Interpretable Image Recognition with Hierarchical Prototypes
This work addresses the need for interpretable AI in vision tasks, particularly for users requiring transparent decision-making, though it is incremental by building on existing prototype-based methods.
The paper tackles the problem of interpretable image recognition by introducing a model that uses hierarchically organized prototypes to classify objects at every level of a predefined taxonomy, enabling distinct explanations for predictions at each level and interpretable classification of unseen classes. The model performs approximately as well as a black-box counterpart on tasks involving familiar and unseen classes from a subset of ImageNet.

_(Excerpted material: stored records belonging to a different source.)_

# ---------------------------------------------------------------------- certified boundary
class _Criterion:
    """g(s) ≥ 0 proves that the error meets the tolerance at |λ| = s (polynomial in s).

    For each level i along the ray: ρ_i − E_k,i = M_i / D_i with M_i = P_i D_i + N1_i
    (P_i = E_K,i − E_k,i), the shift (or value) of ρ_i is S_i / D_i, and
    |E_i − ρ_i| ≤ r_i² / G'_i ≤ T_i / D_i with T_i = N2_i / G'_i (+ rounding terms),
    G'_i = G_i − 2 U_i a lower bound of (gap − 2 r) on the path (see
    :func:`certified_boundary`).  With Π = Π_i D_i and Π_−i = Π / D_i:

        absolute:  g = tol Π − |Σ w M Π_−i| − Σ |w| T Π_−i
        relative:  g = (rtol (|Σ w S Π_−i| − Σ |w| T Π_−i) − |Σ w M Π_−i| − Σ |w| T Π_−i) / s^j0

    ``gaps=None`` drops the T terms (a first guess, not a proof).
    """

    def __init__(self, pieces, k, thr, relative, relative_to, gaps):
        mul = np.polynomial.polynomial.polymul
        add = np.polynomial.polynomial.polyadd
        dens = [pc["D"] for _, pc, _ in pieces]
        num_m = num_s = num_t = mag_s = np.zeros(1)
        den = np.ones(1)
        for d in dens:
            den = mul(den, d)
        nterm = 4 * (2 * max(pc["E"].size for _, pc, _ in pieces) + 2) * float(np.finfo(float).eps)
        for i, (w, pc, e0) in enumerate(pieces):
            rest = np.ones(1)
            for j, d in enumerate(dens):
                if j != i:
                    rest = mul(rest, d)
            e = pc["E"]
            p = e.copy()
            p[: k + 1] = 0.0
            ref = e.copy()
            if relative_to == "shift":
                ref[0] -= e0
            m_i = add(mul(p, pc["D"]), pc["N1"])
            s_i = add(mul(ref, pc["D"]), pc["N1"])
            num_m = add(num_m, w * mul(m_i, rest))
            num_s = add(num_s, w * mul(s_i, rest))
            mag_s = add(mag_s, abs(w) * mul(add(mul(np.abs(ref), pc["D"]), np.abs(pc["N1"])), np.abs(rest)))
            if gaps is not None:
                u0sq = mul(pc["U0"], pc["U0"])
                t_i = add(add(pc["N2"], nterm * u0sq) / gaps[i], nterm * mul(pc["PHI"], pc["U0"]))
                num_t = add(num_t, abs(w) * mul(t_i, rest))
        size = max(num_m.size, num_s.size, num_t.size, den.size, mag_s.size)
        pad = lambda c: np.concatenate([c, np.zeros(size - c.size)])  # noqa: E731
        num_m, num_s, num_t, den, mag_s = pad(num_m), pad(num_s), pad(num_t), pad(den), pad(mag_s)
        noise = 1e-10 * mag_s + 1e-14 * max(float(np.max(mag_s)), 1e-300) * (np.arange(size) > 0)
        num_s = np.where(np.abs(num_s) > noise, num_s, 0.0)
        self.thr, self.relative = thr, relative
        nz = np.flatnonzero(num_s)
        self.j0 = (int(nz[0]) if nz.size else None) if relative else 0
        self.possible = (not relative) or (self.j0 is not None and self.j0 <= k)
        j0 = self.j0 or 0
        # M starts at order k + 1 > j0 and T at order K + 1: dividing by s^j0 leaves polynomials
        self.m, self.s_, self.t, self.den = num_m[j0:], num_s[j0:], num_t[j0:], den
        if j0:
            self.den = None

    def __call__(self, s: Any) -> np.ndarray:
        pv = np.polynomial.polynomial.polyval
        s = np.asarray(s, dtype=float)
        m, t = np.abs(pv(s, self.m)), pv(s, self.t)
        if self.relative:
            return self.thr * (np.abs(pv(s, self.s_)) - t) - m - t
        return self.thr * pv(s, self.den) - m - t

    def lipschitz(self, b: Any) -> np.ndarray:
        """Bound on |g'| over [0, b] (shape of ``b``): derivatives with absolute coefficients, monotone in b."""
        if not hasattr(self, "_lip"):
            def d(c):
                return np.arange(1, c.size) * np.abs(c[1:]) if c.size > 1 else np.zeros(1)

            parts = [d(self.m), d(self.t)]
            parts += [self.thr * d(self.s_), self.thr * d(self.t)] if self.relative else [self.thr * d(self.den)]
            size = max(p.size for p in parts)
            self._lip = sum(np.concatenate([p, np.zeros(size - p.size)]) for p in parts)
        return np.polynomial.polynomial.polyval(np.asarray(b, dtype=float), self._lip)


def _first_root(g: _Criterion, s_lo: float, s_max: float) -> float:
    grid = np.concatenate([[0.0], np.geomspace(s_lo, s_max, 4000)])
    vals = g(grid)
    bad = np.flatnonzero(~(vals >= 0))
    if bad.size == 0:
        return s_max
    i = int(bad[0])
    if i == 0:
        return 0.0
    return float(brentq(lambda x: float(g(np.array(x))), grid[i - 1], grid[i], xtol=1e-14 * grid[i], rtol=1e-14))


def _certify_prefix(g: _Criterion, target: float, max_evals: int = 200000) -> float:
    """Largest s ≤ target with g ≥ 0 proven on [0, s] (Lipschitz subdivision, left to right).

    On a cell [a, b], g ≥ (g(a) + g(b))/2 − L(b)(b − a)/2 with L(b) the bound on
    |g'| over [0, b]; a cell is proven when that is ≥ 0.  Cells are halved (up
    to 64 per round, vectorised) until every cell is proven or the first
    unproven one starts where g < 0 or has shrunk to rounding size.
    """
    if target <= 0:
        return 0.0
    edges = np.linspace(0.0, target, 65)
    vals = np.asarray(g(edges), dtype=float)
    evals = edges.size
    while True:
        a, b, ga, gb = edges[:-1], edges[1:], vals[:-1], vals[1:]
        ok = (ga >= 0) & (gb >= 0) & (ga + gb >= g.lipschitz(b) * (b - a))
        if ok.all():
            return target
        i = int(np.argmin(ok))
        if not ga[i] >= 0 or b[i] - a[i] < 1e-13 * target or evals > max_evals:
            return float(a[i])
        bad_edge = np.flatnonzero(~(vals >= 0))
        stop = int(bad_edge[0]) if bad_edge.size else edges.size  # cells beyond a failing point never count
        todo = np.flatnonzero(~ok[:stop])[:64]
        mids = 0.5 * (a[todo] + b[todo])
        edges = np.insert(edges, todo + 1, mids)
        vals = np.insert(vals, todo + 1, np.asarray(g(mids), dtype=float))
        evals += mids.size


def certified_boundary(
    model: Model,
    level: Any,
    order: int,
    *,
    tol: float | None = None,
    rtol: float | None = None,
    direction: int = +1,
    gap: str | float = "auto",
    trial_order: int | None = None,
    krylov_steps: int = 0,
    lanczos_steps: int | None = None,
    seed: int = 0,
    max_coupling: float | None = None,
    xrtol: float = 1e-3,
) -> CertifiedBoundary:
    """Certified couplings around the validity boundary of one order, with zero exact solves.

    Parameters
    ----------
    model : Model
    level : level key or Quantity
    order : int
        Truncation order k judged (Padé approximants are not polynomials: not accepted).
    tol : float, optional
        Absolute tolerance (energy units).  Give exactly one of ``tol``/``rtol``.
    rtol : float, optional
        Tolerance relative to the exact shift |E − E0| (a quantity: to the
        reference it names).
    direction : {+1, −1}
    gap, trial_order, krylov_steps, lanczos_steps, seed
        As in :func:`error_bounds` (``krylov_steps`` refines the trial at the
        couplings probed for a certified failure).
    max_coupling : float, optional
        Largest |λ| searched; default 100 × (isolation of the level / bound on ‖V‖).
    xrtol : float, default 1e-3
        Relative precision of ``fail_coupling``.

    Returns
    -------
    CertifiedBoundary

    Notes
    -----
    Below ``coupling``, on the whole path from 0: the exact level E (identified,
    see :mod:`ptcheck.bounds`) is at least G from every other level, with G the
    floor of the identification walk's gap envelope; then for the trial state
    with Rayleigh quotient ρ and residual r (r ≤ U, the residual bound of
    :mod:`ptcheck._trial`), d = |E − ρ| obeys d (G − 2d) ≤ r² (expand r² over
    eigenvectors; |E_i − ρ| ≥ |E_i − E| − d), and continuity from d = 0 at λ = 0
    keeps d on the small root, so |E − ρ| ≤ r² / (G − 2U) while G > 3U.  With ρ
    and r² written as ratios of polynomials in λ (Gram matrices of the series
    vectors), "bracket of the error ≤ tolerance" becomes a polynomial
    inequality, proven on [0, λ_c] by Lipschitz subdivision.  Rounding of the
    series coefficients themselves (relative ~1e-13) is not propagated.
    ``fail_coupling``: a coupling where the Kato–Temple bracket of the error
    lies wholly above the tolerance and the level is identified.
    """
    if (tol is None) == (rtol is None):
        raise ValueError(f"give exactly one of tol (absolute) or rtol (relative); got tol={tol!r}, rtol={rtol!r}")
    relative = rtol is not None
    thr = float(val.check_positive(rtol if relative else tol, "rtol" if relative else "tol"))
    if direction not in (1, -1) or isinstance(direction, bool):
        raise ValueError(f"direction must be +1 or -1; got {direction!r}")
    spec = parse_order(order)
    if isinstance(spec, Pade):
        raise ValueError(f"certified_boundary needs a truncation order (an int); got {order_name(spec)}")
    k = int(spec)
    xrtol = float(val.check_positive(xrtol, "xrtol"))
    if max_coupling is not None:
        max_coupling = float(val.check_positive(max_coupling, "max_coupling"))
    name, weights, relative_to = _resolve(model, level)
    settings = _settings(gap, trial_order, krylov_steps, lanczos_steps, seed, spec)
    return certify(model, name, weights, relative_to, k, thr, relative, direction, settings, max_coupling, xrtol)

Vision models are interpretable when they classify objects on the basis of features that a person can directly understand. Recently, methods relying on visual feature prototypes have been developed for this purpose. However, in contrast to how humans categorize objects, these approaches have not yet made use of any taxonomical organization of class labels. With such an approach, for instance, we may see why a chimpanzee is classified as a chimpanzee, but not why it was considered to be a primate or even an animal. In this work we introduce a model that uses hierarchically organized prototypes to classify objects at every level in a predefined taxonomy. Hence, we may find distinct explanations for the prediction an image receives at each level of the taxonomy. The hierarchical prototypes enable the model to perform another important task: interpretably classifying images from previously unseen classes at the level of the taxonomy to which they correctly relate, e.g. classifying a hand gun as a weapon, when the only weapons in the training data are rifles. With a subset of ImageNet, we test our model against its counterpart black-box model on two tasks: 1) classification of data from familiar classes, and 2) classification of data from previously unseen classes at the appropriate level in the taxonomy. We find that our model performs approximately as well as its counterpart black-box model while allowing for each classification to be interpreted.